## TASK TO COMPLETE
Report each line from the listing that the string "toBeCloseTo" appears in.

## GIVEN INFORMATION
********************

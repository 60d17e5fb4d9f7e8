import { describe, expect, it } from 'vitest';
import { KineticsError } from './numeric/kinetics-error.ts';
import {
  celsiusToKelvin,
  convertTime,
  DAYS_PER_MONTH,
  parseTimeUnit,
  rateConstantUnit,
  toCelsius,
  tryParseTemperatureUnit,
  tryParseTimeUnit,
} from './units.ts';

describe('time units', () => {
  it('converts with fixed factors: 1 h = 3600 s, 1 week = 7 d (SI Brochure 9th ed., Table 8)', () => {
    expect(convertTime(1, 'h', 's')).toBe(3600);
    expect(convertTime(2, 'week', 'd')).toBe(14);
    expect(convertTime(90, 'min', 'h')).toBeCloseTo(1.5, 12);
  });

  it('uses the Julian year of 365.25 d and a month of one twelfth of it (IAU Julian year)', () => {
    expect(convertTime(1, 'year', 'd')).toBe(365.25);
    expect(DAYS_PER_MONTH).toBe(30.4375);
    expect(convertTime(6, 'month', 'd')).toBeCloseTo(182.625, 10);
    expect(convertTime(convertTime(7.3, 'month', 'h'), 'h', 'month')).toBeCloseTo(7.3, 12);
  });

  it('reads the usual spellings (common practice)', () => {
    expect(tryParseTimeUnit('hrs')).toBe('h');
    expect(tryParseTimeUnit(' Hours ')).toBe('h');
    expect(tryParseTimeUnit('Months')).toBe('month');
    expect(tryParseTimeUnit('wk')).toBe('week');
    expect(tryParseTimeUnit('sec')).toBe('s');
    expect(tryParseTimeUnit('yr')).toBe('year');
    expect(tryParseTimeUnit('fortnight')).toBeNull();
  });

  it('refuses the ambiguous "m" and unknown units with a typed error', () => {
    expect(() => parseTimeUnit('m')).toThrow(/ambiguous/);
    try {
      parseTimeUnit('lightyear');
      expect.unreachable();
    } catch (error) {
      expect(error).toBeInstanceOf(KineticsError);
      expect((error as KineticsError).code).toBe('invalid-input');
    }
  });
});

describe('temperature', () => {
  it('converts with T/K = θ/°C + 273.15 (SI Brochure 9th ed., §2.3.1)', () => {
    expect(celsiusToKelvin(25)).toBeCloseTo(298.15, 12);
    expect(toCelsius(313.15, 'K')).toBeCloseTo(40, 12);
    expect(tryParseTemperatureUnit('°C')).toBe('C');
    expect(tryParseTemperatureUnit('kelvin')).toBe('K');
    expect(tryParseTemperatureUnit('F')).toBeNull();
  });

  it('refuses temperatures below absolute zero', () => {
    expect(() => toCelsius(-300, 'C')).toThrow(KineticsError);
    expect(() => toCelsius(-1, 'K')).toThrow(/absolute zero/);
  });
});

describe('rate constant unit', () => {
  // k units M s⁻¹ (order 0), s⁻¹ (order 1), M⁻¹ s⁻¹ (order 2) — OpenStax Chemistry 2e §12.4.
  it('is valueUnit^(1−n)/timeUnit', () => {
    expect(rateConstantUnit(0, 'M', 's')).toBe('M/s');
    expect(rateConstantUnit(1, 'M', 's')).toBe('1/s');
    expect(rateConstantUnit(2, 'M', 's')).toBe('1/(M·s)');
    expect(rateConstantUnit(2, 'mg/mL', 'h')).toBe('1/((mg/mL)·h)');
    expect(rateConstantUnit(0, '% label claim', 'month')).toBe('(% label claim)/month');
    expect(rateConstantUnit(1.5, 'M', 's')).toBe('M^-0.5/s');
  });
});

********************

## THE COMPLETED TASK
    expect(convertTime(90, 'min', 'h')).toBeCloseTo(1.5, 12);
    expect(convertTime(6, 'month', 'd')).toBeCloseTo(182.625, 10);
    expect(convertTime(convertTime(7.3, 'month', 'h'), 'h', 'month')).toBeCloseTo(7.3, 12);
    expect(celsiusToKelvin(25)).toBeCloseTo(298.15, 12);
    expect(toCelsius(313.15, 'K')).toBeCloseTo(40, 12);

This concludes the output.